Selon The Denver Post et The Hockey News, le président Donald Trump a invité les nouveaux champions olympiques à Washington après leur médaille d’or aux Jeux olympiques d’hiver de Milano Cortina 2026. Lors de son intervention, Trump a plaisanté sur l’obligation d’inviter également l’équipe féminine américaine, déclarant : "I do believe I probably would be impeached" s’il ne les invitait pas elles aussi. La remarque a provoqué des rires parmi certains joueurs présents, mais des critiques en ligne l’ont qualifiée de "misogynistic disgusting a** joke."
La controverse s’est intensifiée après des informations indiquant que le directeur du FBI, Kash Patel, s’était joint à l’équipe dans le vestiaire peu après le but en prolongation de Jack Hughes, qui a scellé la victoire 2,1 contre le Canada lors du match pour la médaille d’or.
La présence d’un haut responsable fédéral dans le vestiaire a surpris certains observateurs et alimenté les discussions sur les réseaux sociaux, dans un contexte déjà politiquement tendu autour de la visite à la Maison Blanche. Rien n’indique que Kash Patel ait eu un rôle officiel autre que de féliciter les joueurs, mais sa présence a renforcé le débat sur l’intersection entre sport et politique.
Victoire historique et réactions politiques
Les États-Unis ont remporté leur première médaille d’or olympique en hockey masculin depuis 1980, et seulement la troisième de leur histoire après 1960 et 1980. Brock Nelson possède des liens familiaux avec ces deux équipes victorieuses. Son oncle Dave Christian faisait partie de l’équipe du « Miracle on Ice » de 1980, tandis que son grand-père Bill Christian et son grand-oncle Roger Christian étaient membres de l’équipe championne de 1960.

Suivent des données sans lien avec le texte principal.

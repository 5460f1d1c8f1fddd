//! The parsed header of a measurement file.

use super::preamble::{find_header, not_measured, unit_row, UnitRow};
use super::row::RowReader;
use super::rules::{RowRules, SwapLog, SWAP_TOLERANCE_PP};
use super::{ColumnMap, Columns, Dialect, Measurement, RejectedRow};
use crate::error::{Error, Result};
use std::io::BufRead;
use std::path::{Path, PathBuf};

/// The parsed header of a measurement file: everything needed to read its rows, in any order
/// and on any thread.
#[derive(Debug, Clone)]
pub struct Header {
    /// The file as named by the user.
    pub file: PathBuf,
    /// The detected dialect.
    pub dialect: Dialect,
    /// The recognised columns.
    pub columns: Columns,
    /// Notes for the user about the header.
    pub notes: Vec<String>,
    /// Lines taken by comments, a preamble, the header and a unit row: the first data line is
    /// `lines + 1`.
    pub lines: u64,
    /// The unit row under the header, if the file has one.
    pub units: Option<UnitRow>,
    /// The lines of the rows not measured, as read one at a time by a
    /// [`super::MeasurementReader`] (the streaming pass counts them in its summary).
    pub unmeasured: std::sync::Arc<std::sync::Mutex<crate::capped::Capped<u64>>>,
    /// The d0, reading error and unit the rows are read with (see [`Header::with_rules`]).
    pub rules: RowRules,
    /// The rows whose near-equal axes were swapped.
    pub swaps: std::sync::Arc<SwapLog>,
}

impl Header {
    /// Read comment lines, a preamble, the header line and a unit row from `input`, which is
    /// left at the first data line. The header is line `map.header_row` when given, else the
    /// first line that holds the required columns (see [`super::PREAMBLE_LINES`]).
    pub fn read(input: &mut impl BufRead, name: &Path, map: &ColumnMap) -> Result<Self> {
        let head = input.fill_buf().map_err(|e| Error::io(name, e))?;
        crate::error::check_text(name, head, false)?;
        let found = find_header(input, name, map)?;
        let mut notes = found.notes;
        if found.skipped > 0 {
            notes.insert(
                0,
                format!(
                    "the header is line {}: the {} line{} before it (a preamble) left aside",
                    found.line,
                    found.skipped,
                    if found.skipped == 1 { "" } else { "s" }
                ),
            );
        }
        let mut lines = found.line;
        // A row of units right after the header, when it is whole in the buffer.
        let buf = input.fill_buf().map_err(|e| Error::io(name, e))?;
        let mut units = None;
        if let Some(end) = buf.iter().position(|&b| b == b'\n') {
            if let Ok(text) = std::str::from_utf8(&buf[..end]) {
                units = unit_row(text, lines + 1, found.dialect, &found.columns, name)?;
            }
            if units.is_some() {
                input.consume(end + 1);
                lines += 1;
            }
        }
        Ok(Header {
            file: name.to_path_buf(),
            dialect: found.dialect,
            columns: found.columns,
            notes,
            lines,
            units,
            rules: RowRules::default(),
            swaps: Default::default(),
            unmeasured: Default::default(),
        })
    }

    /// Refuse a unit row whose length unit is not the one the rows are read in (see
    /// [`Header::with_rules`]).
    pub fn check_units(&self) -> Result<()> {
        match &self.units {
            Some(u) => u.check(self.rules.unit, &self.columns, &self.file),
            None => Ok(()),
        }
    }

    /// Whether `record` (at `line`) was not measured: its axes or strains all empty, or the
    /// validity column saying not valid. Such a row is neither judged nor rejected.
    pub fn not_measured(&self, record: &csv::StringRecord) -> bool {
        not_measured(&self.columns, record)
    }

    /// The same header, its rows read with `rules` (the run's d0, reading error and unit).
    pub fn with_rules(mut self, rules: RowRules) -> Self {
        self.rules = rules;
        self
    }

    /// Count the row at `line` as not measured.
    pub fn log_unmeasured(&self, line: u64) {
        if let Ok(mut log) = self.unmeasured.lock() {
            log.push(line);
        }
    }

    /// The lines of the rows not measured so far (by a [`super::MeasurementReader`]).
    pub fn unmeasured_lines(&self) -> crate::capped::Capped<u64> {
        self.unmeasured
            .lock()
            .map(|l| l.clone())
            .unwrap_or_default()
    }

    /// A note for the user when near-equal axes or strains were swapped.
    pub fn swap_note(&self) -> Option<String> {
        let (n, first) = self.swaps.get();
        let tol = match (self.rules.reading_error, self.columns.gives_strains()) {
            (Some(r), true) => format!("the reading error {r} pp"),
            (Some(r), false) => format!("the reading error {r}"),
            (None, true) => format!("{SWAP_TOLERANCE_PP} pp"),
            (None, false) => "1 % of d0".into(),
        };
        (n > 0).then(|| {
            format!(
                "{n} row{} read minor a hair above major (within {tol}): taken as \
                 near-equal and swapped, first at line {first}; each is noted in points.csv",
                if n == 1 { "" } else { "s" }
            )
        })
    }

    /// Read one record at `line` into a measurement or a rejection, and whether its
    /// engineering and true strains disagree.
    pub fn row(
        &self,
        record: &csv::StringRecord,
        line: u64,
    ) -> std::result::Result<(Measurement, bool), RejectedRow> {
        RowReader {
            cols: &self.columns,
            dialect: self.dialect,
            file: &self.file,
            line,
            record,
            rules: &self.rules,
            swaps: &self.swaps,
        }
        .read()
    }
}

#[cfg(test)]
mod tests {
    //! Expectations from the doc comments of [`Header`] and README.md, "What input is refused,
    //! and why" (a header of more than 1000 fields rejects the file).
    use super::super::Reading;
    use super::*;

    fn read(text: &str) -> (Result<Header>, String) {
        let mut input = text.as_bytes();
        let header = Header::read(&mut input, Path::new("m.csv"), &ColumnMap::default());
        (header, String::from_utf8_lossy(input).into_owned())
    }

    #[test]
    fn comments_are_counted_and_the_input_is_left_at_the_first_row() {
        let (header, rest) = read("# part 4711\n\n# d0 2.5\nid;major;minor\nA1;2,6;2,5\n");
        let header = header.unwrap();
        assert_eq!(header.dialect, Dialect::Semicolon);
        assert_eq!(header.lines, 4);
        assert_eq!(rest, "A1;2,6;2,5\n");
        assert!(!header.columns.gives_strains());
        let (header, _) = read("id\tmajor\tminor");
        let header = header.unwrap();
        assert_eq!((header.dialect, header.lines), (Dialect::Tab, 1));
    }

    #[test]
    fn a_file_without_a_usable_header_is_refused() {
        let e = read("# only a comment\n\n").0.unwrap_err().to_string();
        assert!(e.starts_with("m.csv: the file is empty"), "{e}");
        let wide = format!(
            "id,major,minor{}\n",
            ",extra".repeat(super::super::MAX_FIELDS - 2)
        );
        let e = read(&wide).0.unwrap_err().to_string();
        assert!(
            e.starts_with("m.csv:1: the header has 1001 fields, more than 1000"),
            "{e}"
        );
        let e = read("id,major\n").0.unwrap_err().to_string();
        assert!(e.starts_with("m.csv:1: missing column `minor`"), "{e}");
    }

    #[test]
    fn a_row_is_read_at_its_line_with_the_rules_in_force() {
        let (header, _) = read("id,major,minor\n");
        let header = header.unwrap().with_rules(RowRules {
            d0: Some(2.5),
            ..RowRules::default()
        });
        let record = csv::StringRecord::from(vec!["A7", "2.50", "2.51"]);
        let (m, disagree) = header.row(&record, 9).unwrap();
        assert_eq!((m.id.as_str(), m.line, disagree), ("A7", 9, false));
        assert!(matches!(m.reading, Reading::Axes { major, .. } if (major - 2.51).abs() < 1e-12));
        let note = header.swap_note().unwrap();
        assert!(note.starts_with("1 row read minor a hair above major (within 1 % of d0)"));
        assert!(note.contains("first at line 9"), "{note}");
        let bad = csv::StringRecord::from(vec!["A8", "x", "2.5"]);
        let e = header.row(&bad, 10).unwrap_err();
        assert_eq!(
            e.to_string(),
            "m.csv:10:2 (column `major`): expected a finite number, found `x`"
        );
    }
}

Avant le match du Colorado Avalanche contre le Utah Mammoth, Nelson a décrit l’expérience dans des propos rapportés par The Denver Post comme inoubliable.
"Unbelievable, hard to describe everything, the excitement and the emotions," a déclaré Nelson. "Just a great time. So many good stories. … It’s something I’ll remember forever. A great group of guys. To be a part of history is fun."
Il a également expliqué avoir contacté son grand-père en FaceTime après la victoire. "I FaceTimed him. He was emotional. It was a quick one. He was just at our winter house with some of my family. It was just super fun to see him, see his emotion and share that."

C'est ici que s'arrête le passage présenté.